What changed my mind, slightly
The honest result is that the answer depends entirely on the size of the body. I reran with a heavier area(), one that did a chunk of real floating-point work, and the gap collapsed to noise: both versions were dominated by the arithmetic, and the dispatch overhead became unmeasurable. That is the case that actually matches almost everything I write. The functions behind my trait objects do real work: parse a request, hit a cache, format a response. The dispatch is a vanishingly small slice of the total.
So I have updated my rules of thumb, which were really just superstitions wearing a high-vis jacket.
- If the trait method does meaningful work, use whichever shape makes the code clearer. The dispatch cost will not show up in a profile. Reach for
dynfreely when you want a heterogeneous collection or a smaller binary. - If you genuinely have a tiny method called in a tight inner loop, millions of times, and a profiler has pointed a finger at it, then static dispatch can be worth the monomorphisation cost. That is also exactly the situation where you have a profiler result to justify the decision, rather than a vibe.
- Generics are not free either. Monomorphisation bloats compile times and binary size, because the compiler stamps out a copy of the function for every concrete type. On a large codebase that is a real, ongoing tax you pay on every build, and
dynis sometimes the faster choice once you count the developer's time waiting forcargo build.
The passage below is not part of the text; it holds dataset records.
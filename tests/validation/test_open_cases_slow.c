/* How much accuracy few unknowns give: rectangles against a boundary-integral computation with
 * panels graded to the corners, good to 1e-11 (reference cases O08 to O13 of the project; lengths
 * in µm), and slabs seen from the side against digits of an independent semi-analytic one.
 *
 * On 20,000 unknowns at most: ey to 1e-6, hy, whose field is singular at corners, to 5e-6. */
#include <math.h>
#include <picket.h>
#include <setjmp.h>
#include <stdarg.h>
#include <stddef.h>
#include <stdint.h>
#include <stdio.h>
#include <string.h>
/* cmocka wants some of the above first, so this one keeps its place. */
/* clang-format off */
#include <cmocka.h>
/* clang-format on */

static const double UNKNOWNS = 20000;
static const double GOAL[2] = {1e-6, 5e-6}; /* ey, hy */

typedef struct guide {
  const char *polarization;
  double pitch, length, width, tooth, gap, below, above; /* nm, indices */
} guide;

static picket_context *context;

static int open_context(void **state) {
  (void)state;
  return picket_context_create(NULL, &context) == PICKET_OK ? 0 : -1;
}

static int close_context(void **state) {
  (void)state;
  picket_context_free(context);
  return 0;
}

static picket_problem *describe(const guide *g, double wavelength) {
  char text[1024];
  picket_problem *problem = NULL;
  snprintf(text, sizeof text,
           "format: 1\nlight: {wavelength_nm: %.10g, polarization: %s}\nmaterials:\n"
           "  tooth: {constant: {index: %g}}\n  gap: {constant: {index: %g}}\n"
           "  below: {constant: {index: %g}}\n  above: {constant: {index: %g}}\n"
           "cell:\n  pitch_nm: %g\n  cladding: above\n  lateral: open\n  shapes:\n"
           "    - stripe: {fill: below, across: x, from_nm: -.inf, to_nm: %g}\n"
           "    - stripe: {fill: gap, across: x, from_nm: %g, to_nm: %g}\n"
           "    - rect: {fill: tooth, length_nm: %g, width_nm: %g}\n",
           wavelength, g->polarization, g->tooth, g->gap, g->below, g->above, g->pitch,
           -0.5 * g->width, -0.5 * g->width, 0.5 * g->width, g->length, g->width);
  if (picket_problem_read_text(context, text, strlen(text), "a guide", &problem) != PICKET_OK) {
    fail_msg("%s", picket_context_message(context));
  }
  return problem;
}

/* As good as the unknowns allow. */
static picket_options thrifty(void) {
  picket_options options;
  picket_options_init(&options);
  options.accuracy = 1e-7;
  options.unknowns = UNKNOWNS;
  return options;
}

static void check(const guide *g, const char *what, picket_quantity q, double expected,
                  double digits) {
  double goal = GOAL[g->polarization[0] == 'h'] * expected + digits;
  double off = fabs(q.value - expected);
  print_message("%s, pitch %g nm, %s: off by %.1e, bar %.1e\n", g->polarization, g->pitch, what,
                off / expected, q.uncertainty / expected);
  if (!(off <= goal) || !(off <= q.uncertainty + digits)) {
    fail_msg("%s, pitch %g nm, %s: %.12g ± %.2g is not %.12g within %.2g", g->polarization,
             g->pitch, what, q.value, q.uncertainty, expected, goal);
  }
}

static void check_edges(const guide *g, double short_um, double long_um, double digits) {
  picket_problem *problem = describe(g, 1550);
  picket_options options = thrifty();
  picket_result *result = NULL;
  picket_edges_answer answer;
  assert_int_equal(picket_edges_find(problem, &options, &result), PICKET_OK);
  assert_int_equal(picket_edges_get(result, 0, &answer), PICKET_OK);
  check(g, "short edge", answer.bands[0].short_um, short_um, digits);
  check(g, "long edge", answer.bands[0].long_um, long_um, digits);
  picket_result_free(result);
  picket_problem_free(problem);
}

/* modes[count] of the Bloch indices at a wavelength; 0 leaves the group index alone. */
static void check_index(const guide *g, double wavelength, int count, const double *index,
                        double group_index, double digits) {
  picket_problem *problem = describe(g, wavelength);
  picket_options options = thrifty();
  options.count = count;
  picket_result *result = NULL;
  picket_index_answer answer;
  assert_int_equal(picket_index_find(problem, &options, &result), PICKET_OK);
  assert_int_equal(picket_index_get(result, 0, &answer), PICKET_OK);
  assert_int_equal(answer.points[0].mode_count, count);
  for (int i = 0; i < count; i++) {
    check(g, "Bloch index", answer.points[0].modes[i].bloch_index, index[i], digits);
  }
  if (group_index > 0) {
    picket_quantity q = answer.points[0].modes[0].group_index;
    assert_true(fabs(q.value - group_index) <= q.uncertainty);
    assert_true(q.uncertainty < 1e-4 * group_index);
  }
  picket_result_free(result);
  picket_problem_free(problem);
}

static const guide BASE[2] = {{"ey", 240, 120, 450, 2.85, 1.444, 1.444, 1.444},
                              {"hy", 240, 120, 450, 2.85, 1.444, 1.444, 1.444}};

static void bloch_indices_of_a_subwavelength_guide(void **state) {
  (void)state;
  const double ey[2] = {2.187851581877047, 1.5441055392949146}; /* even, odd */
  check_index(&BASE[0], 1310, 2, ey, 0, 0);
  check_index(&BASE[0], 1550, 1, (double[]){2.070987030965829}, 2.5899373745356735, 0);
  check_index(&BASE[0], 1680, 1, (double[]){2.0317710773230786}, 0, 0);
  check_index(&BASE[1], 1310, 1, (double[]){1.902626105924014}, 0, 0);
  check_index(&BASE[1], 1550, 1, (double[]){1.8063517079189992}, 2.3358831070032506, 0);
  check_index(&BASE[1], 1680, 1, (double[]){1.7649958220988669}, 0, 0);
}

static void stop_bands(void **state) {
  (void)state;
  const guide wide = {"hy", 380, 190, 500, 2.85, 1.444, 1.444, 1.444};
  const guide narrow = {"ey", 340, 170, 300, 2.85, 1.444, 1.444, 1.444};
  check_edges(&wide, 1.284118529358188, 1.5547483453623079, 0);
  check_index(&wide, 1650, 1, (double[]){1.8686946280310124}, 0, 0);
  check_edges(&narrow, 1.1073262809492501, 1.5309677553142607, 0);
  check_index(&narrow, 1600, 1, (double[]){2.0298126154498775}, 0, 0);
}

/* Three media at a corner; the asymmetric guide has two modes. */
static void bridged_and_asymmetric_guides(void **state) {
  (void)state;
  const guide bridged = {"hy", 300, 150, 500, 2.85, 2.2, 1.444, 1.444};
  const guide asymmetric = {"ey", 260, 156, 500, 2.85, 1, 1.444, 1};
  check_edges(&bridged, 1.2794477392447918, 1.4117246583715042, 0);
  check_index(&bridged, 1550, 1, (double[]){2.186520973468334}, 2.9754582453541487, 0);
  check_index(&asymmetric, 1550, 2, (double[]){2.1729703844441355, 1.4562399785709652}, 0, 0);
}

/* Digits as printed in the project's notes. */
static void slabs_seen_from_the_side(void **state) {
  (void)state;
  const guide ey = {"ey", 250, 125, 220, 3.476, 1.444, 1.444, 1.444};
  const guide hy = {"hy", 300, 150, 220, 3.476, 1.444, 1.444, 1.444};
  check_edges(&ey, 0.902771, 1.348961, 5.1e-7);
  check_edges(&hy, 1.031064, 1.117870, 5.1e-7);
  check_index(&ey, 1550, 1, (double[]){2.2250665}, 3.45875, 5.1e-8);
  check_index(&hy, 1550, 1, (double[]){1.5955208}, 1.95287, 5.1e-8);
}

int main(void) {
  const struct CMUnitTest tests[] = {
      cmocka_unit_test(bloch_indices_of_a_subwavelength_guide),
      cmocka_unit_test(stop_bands),
      cmocka_unit_test(bridged_and_asymmetric_guides),
      cmocka_unit_test(slabs_seen_from_the_side),
  };
  return cmocka_run_group_tests(tests, open_context, close_context);
}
The thing I will take away is smaller than the benchmark and more useful: I had a strongly held performance belief that I had never tested, and when I tested it the answer was "it depends, and usually not enough to care". I suspect a fair number of my other strongly held performance beliefs are in the same boat. The benchmark took an afternoon. The guessing had cost me cleaner code for years.